There are pluses and minuses to blocking all unknown or low ranking bots.
Some bots can become abusive and can crawl your site too frequently affecting your server performance. There are also bots that want to scrape your website's content without your consent and not provide you any credit or links. You also have bots that are trying to find exploits in your server's security, and with enough crawls they may be able to find one depending on your setup.
On the other hand, good bots may crawl your content, publish portions of it on the web while linking back to your site. These potential links naturally can help your SEO greatly.
While it's primarily important to look out for the well-being of your own site while deciding which bots to allow and which to ban, it's worth noting that allowing unknown and new bots to crawl your website is in the internet's general best interest. This is because there are good bots out there trying to do new and exciting things, and when enough websites blacklist all bots except for the major ones like Google, it makes new bots and search engine competitors unable to enter the market as they simply can't crawl enough websites.

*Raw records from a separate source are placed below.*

function collectChecks(design: ResolvedDesign, receivedPowerDbm: number, diffractionRad: number, chain: ChainResult): BudgetCheck[] {
  const checks: BudgetCheck[] = [];
  const hiddenOutage = hiddenPointingOutage(design, chain);
  if (hiddenOutage !== undefined) {
    checks.push({
      key: 'pointing-mean-hides-outage',
      severity: 'warning',
      message: `The mean pointing loss (${toFixedTwo(chain.pointingLossDb)} dB) hides outages: the pointing loss exceeded 0.1 % of the time is ${hiddenOutage.exact ? '' : 'at least '}${toFixedTwo(hiddenOutage.lossDb)} dB. Budget the pointing at an outage probability (for example 1e-3) to hold margin against it.`,
    });
  }
  if (design.halfAngleDivergenceRad > 0 && design.halfAngleDivergenceRad <= diffractionRad) {
    checks.push({
      key: 'divergence-below-diffraction-limit',
      severity: 'info',
      message: `The entered divergence is at or below the diffraction limit of this aperture (${(diffractionRad * 1e6).toFixed(1)} µrad half-angle); the beam is modelled as collimated at the aperture.`,
    });
  }
  if (design.overloadDbm !== undefined && receivedPowerDbm > design.overloadDbm) {
    checks.push({
      key: 'receiver-overload',
      severity: 'warning',
      message: `The mean received power (${receivedPowerDbm.toFixed(1)} dBm) exceeds the receiver overload level (${design.overloadDbm.toFixed(1)} dBm): add attenuation or defocus the beam.`,
    });
  }
  if (design.morInput) {
    checks.push({
      key: 'visibility-converted-from-mor',
      severity: 'info',
      message: 'Visibility entered as MOR (5 % contrast) was converted to the 2 % visibility (× ln 50/ln 20 = 1.30587) before the attenuation model was applied.',
    });
  }
  const step = publishedVisibilityStepKm(design);
  if (step !== undefined) {
    checks.push({
      key: 'published-model-step',
      severity: 'info',
      message: `The visibility (${design.visibility2PercentKm.toFixed(1)} km, 2 % contrast) is near ${step} km, where the ${design.kruse ? 'Kruse' : 'Kim'} model's wavelength exponent changes by a published step: the attenuation, and the margin, jump there by design of that model.`,
    });
  }
  if (design.kruse && design.visibility2PercentKm <= 6) {
    checks.push({
      key: 'kruse-in-fog',
      severity: 'info',
      message: "Below 6 km visibility Kruse's wavelength dependence is not supported by fog measurements (Pierce et al., 2001); Kim's model is preferred.",
    });
  }
  if (
    design.fogNumeratorPerKm > 0 &&
    (design.visibility2PercentKm < 0.05 || design.visibility2PercentKm > 1 || design.wavelengthM < 0.69e-6 || design.wavelengthM > 1.55e-6)
  ) {
    checks.push({
      key: 'fog-model-outside-validity',
      severity: 'warning',
      message: "Al Naboulsi's fog models are stated for 50 m–1 km visibility and 0.69–1.55 µm; this design lies outside that range, so the atmospheric term is an extrapolation (Kim's model covers haze and clear air).",
    });
  }
  if (design.fieldOfViewRad !== undefined && design.cn2 > 0) {
    // Turbulence blur of the focused spot ≈ λ/ρ0 (METHODS.md §6.4); the field of view should exceed it.
    const rho0 = coherenceRadiusM({ cn2: design.cn2, wavelengthM: design.wavelengthM, distanceM: design.rangeM, wave: 'spherical' });
    const blurRad = design.wavelengthM / rho0;
    if (blurRad > design.fieldOfViewRad) {
      checks.push({
        key: 'field-of-view-below-turbulence-blur',
        severity: 'warning',
        message: `The receiver field of view (${(design.fieldOfViewRad * 1e6).toFixed(0)} µrad half-angle) is smaller than the turbulence blur λ/ρ0 ≈ ${(blurRad * 1e6).toFixed(0)} µrad.`,
      });
    }
  }
  return checks;
}

/**
 * The published step of the visibility exponent within 10 % of the design's visibility: Kim's q(V)
 * at 50 km, Kruse's at 6 and 50 km (the other Kim breakpoints are continuous).
 * @see Kim, McArthur & Korevaar, Proc. SPIE 4214 (2001); Kruse et al. (1962).
 */
function publishedVisibilityStepKm(design: ResolvedDesign): number | undefined {
  if (design.fogNumeratorPerKm > 0) return undefined;
  const steps = design.kruse ? KRUSE_STEPS_KM : KIM_STEPS_KM;
  for (const step of steps) if (Math.abs(design.visibility2PercentKm / step - 1) <= 0.1) return step;
  return undefined;
}
const KIM_STEPS_KM = [50];
const KRUSE_STEPS_KM = [6, 50];

/** Probability at which the mean-mode pointing term is compared with the loss it hides. */
const HIDDEN_OUTAGE_PROBABILITY = 1e-3;
/** The mean hides an outage when the loss at that probability exceeds it by more than this [dB]. */
const HIDDEN_OUTAGE_EXCESS_DB = 1;
const RAYLEIGH_RADIUS_AT_HIDDEN_OUTAGE = Math.sqrt(-2 * Math.log(HIDDEN_OUTAGE_PROBABILITY));
const NORMAL_RADIUS_AT_HIDDEN_OUTAGE = -normalQuantileOf(HIDDEN_OUTAGE_PROBABILITY);

/**
 * r_p/σ exceeded with 1e-3 against ν/σ = 0, 1/16, …, 20 (about a millisecond to build, once at
 * load; beyond 20 the series leave their fast domain): for any bias/jitter ratio up to 20 two
 * neighbouring entries bracket r_p to 0.06σ or better (exact-pointing.ts), where the closed-form
 * bracket below is 0.63σ wide.
 */
const HIDDEN_OUTAGE_RADII = ricianOutageRadiusTable(HIDDEN_OUTAGE_PROBABILITY, 1 / 16, 321);

/**
 * In mean mode, when the pointing loss exceeded with probability 1e-3 is more than 1 dB above the
 * mean loss: that loss, or a lower bound of it; undefined otherwise. The radius r_p exceeded with
 * 1e-3 is first bracketed without a series: from the table of r_p/σ against ν/σ (monotone, so two
 * neighbouring entries bracket it), or beyond the table by [max(3.717σ, ν + 3.090σ), ν + 3.717σ]
 * (R is stochastically larger than without bias; P(R > ν + t) ≥ P(X₁ > t); |ν + X| ≤ ν + |X|).
 * Closed-form bounds on the capture at the ends of that bracket, then the exact captures there,
 * decide nearly every design without solving for r_p: the warning then states the loss at the
 * lower end as "at least". Only where the 1 dB level falls inside the bracket (or where C rises
 * from the centre) is r_p solved, by Newton steps inside the bracket.
 */
function hiddenPointingOutage(design: ResolvedDesign, chain: ChainResult): { lossDb: number; exact: boolean } | undefined {
  if (!Number.isNaN(design.pointingOutageAngleRad)) return undefined;
  const jitterM = design.jitterSigmaPerAxisRad * design.rangeM;
  if (jitterM === 0) return undefined;
  const biasM = design.staticErrorRad * design.rangeM;
  const beamRadiusM = chain.longTermBeamRadiusM;
  const apertureRadiusM = design.apertureDiameterM / 2;
  const obscurationRadiusM = apertureRadiusM * design.obscurationRatio;
  // The bracket of r_p/σ, and a start for Newton inside it.
  const offset = biasM / jitterM;
  const position = offset / HIDDEN_OUTAGE_RADII.offsetStep;
  const radii = HIDDEN_OUTAGE_RADII.radiiOverSigma;
  let lowerOverSigma: number;
  let upperOverSigma: number;
  let startOverSigma: number;
  if (position < radii.length - 1) {
    const index = Math.floor(position);
    // the tabulated roots are good to 1e-13 relative: widen by 1e-12 so that the bracket holds
    lowerOverSigma = radii[index]! * (1 - 1e-12);
    upperOverSigma = radii[index + 1]! * (1 + 1e-12);
    startOverSigma = radii[index]! + (radii[index + 1]! - radii[index]!) * (position - index);
  } else {
    lowerOverSigma = Math.max(RAYLEIGH_RADIUS_AT_HIDDEN_OUTAGE, offset + NORMAL_RADIUS_AT_HIDDEN_OUTAGE);
    upperOverSigma = offset + RAYLEIGH_RADIUS_AT_HIDDEN_OUTAGE;
    startOverSigma = Math.min(Math.max(offset + NORMAL_RADIUS_AT_HIDDEN_OUTAGE + 0.5 / offset, lowerOverSigma), upperOverSigma);
  }
  const lowerRadiusM = lowerOverSigma * jitterM;
  const upperRadiusM = upperOverSigma * jitterM;
  // Closed-form bounds on the capture of any rotationally symmetric aperture (derived): writing the
  // shifted Gaussian as g(x)·e^(−2r²/W²)·e^(4x·r/W²), C(r)/C(0) = e^(−2r²/W²)·E[e^(4x·r/W²)] with
  // x distributed over the aperture with weights g. By symmetry that mean is E[cosh(4x∥r/W²)]
  // = E[I0(4ρr/W²)] (ρ = |x|, the angle uniform), between 1 and I0(4ar/W²) as ρ ≤ a. So
  //   exp(−2r²/W²) ≤ C(r)/C(0) ≤ exp(−2r²/W²)·I0(u),  u = 4ar/W²,  ln I0(u) ≤ min(u²/4, u)
  // (I0(u) ≤ Σ(u²/4)^k/k! and I0(u) ≤ e^u). The upper loss bound 2·4.343·r²/W² grows with r, so the
  // loss exceeded with 1e-3 is at most its value at the upper radius; the lower bound
  // 4.343·(2r²/W² − min(u²/4, u)) grows with r where 2a² < W² (or past max(a, W²/a)), and then the
  // loss exceeded with 1e-3 is at least its value at the lower radius, whether or not C falls from
  // the centre. For a receiver small against the beam the two nearly meet: most designs are decided
  // here without a series.
  const beamSquareM2 = beamRadiusM * beamRadiusM;
  const smallReceiverBoundDb = (2 * DB_PER_NEPER * upperRadiusM * upperRadiusM) / beamSquareM2;
  if (!(smallReceiverBoundDb - chain.pointingLossDb > HIDDEN_OUTAGE_EXCESS_DB)) return undefined;
  if (2 * apertureRadiusM * apertureRadiusM < beamSquareM2 || lowerRadiusM >= Math.max(apertureRadiusM, beamSquareM2 / apertureRadiusM)) {
    const u = (4 * apertureRadiusM * lowerRadiusM) / beamSquareM2;
    const lowerBoundDb = DB_PER_NEPER * ((2 * lowerRadiusM * lowerRadiusM) / beamSquareM2 - Math.min(0.25 * u * u, u));
    if (lowerBoundDb - chain.pointingLossDb > HIDDEN_OUTAGE_EXCESS_DB) return { lossDb: lowerBoundDb, exact: false };
  }
  const logCentre = -(chain.geometricLossDb + chain.turbulenceBeamSpreadLossDb) / DB_PER_NEPER;
  if (captureFallsFromCentre(beamRadiusM, apertureRadiusM, obscurationRadiusM)) {
    // C falls with r: the exact captures at the two radii bound the quantile more tightly.
    const lowerLossDb = offsetLossDb(beamRadiusM, apertureRadiusM, obscurationRadiusM, lowerRadiusM, logCentre);
    if (lowerLossDb - chain.pointingLossDb > HIDDEN_OUTAGE_EXCESS_DB) return { lossDb: lowerLossDb, exact: false };
    if (!(offsetLossDb(beamRadiusM, apertureRadiusM, obscurationRadiusM, upperRadiusM, logCentre) - chain.pointingLossDb > HIDDEN_OUTAGE_EXCESS_DB)) return undefined;
    // The capture falls: the loss exceeded with p is the loss at r_p (exactOutagePointingLossDb).
    const outageRadiusM = outageRadiusWithinM(offset, jitterM, lowerOverSigma, upperOverSigma, startOverSigma);
    const lossDb = offsetLossDb(beamRadiusM, apertureRadiusM, obscurationRadiusM, outageRadiusM, logCentre);
    return lossDb - chain.pointingLossDb > HIDDEN_OUTAGE_EXCESS_DB ? { lossDb, exact: true } : undefined;
  }
  const outageRadiusM = outageRadiusWithinM(offset, jitterM, lowerOverSigma, upperOverSigma, startOverSigma);
  return hiddenPointingOutageRising(chain.pointingLossDb, beamRadiusM, apertureRadiusM, obscurationRadiusM, jitterM, biasM, logCentre, outageRadiusM);
}

/** r_p [m] from its bracket in σ units (the closed form without bias). */
function outageRadiusWithinM(offset: number, jitterM: number, lowerOverSigma: number, upperOverSigma: number, startOverSigma: number): number {
  if (offset === 0) return RAYLEIGH_RADIUS_AT_HIDDEN_OUTAGE * jitterM;
  return ricianOutageRadiusOverSigmaWithin(offset, HIDDEN_OUTAGE_PROBABILITY, lowerOverSigma, upperOverSigma, startOverSigma) * jitterM;
}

A generally wise practice is to throttle smaller bots from crawling too many pages too quickly. This will prevent bad bots from trying to break your site while allowing good bots to do their thing. You can throttle bots by setting a "Crawl-delay" in your robots.txt which specifies how many seconds a bot has to wait before loading another page. If you find that bots aren't obeying the crawl-delay when viewing IP addresses in your server logs, you can simply ban the IP address. If a bot isn't obeying a robots.txt crawl-delay specifications, it is considered to be a "bad bot".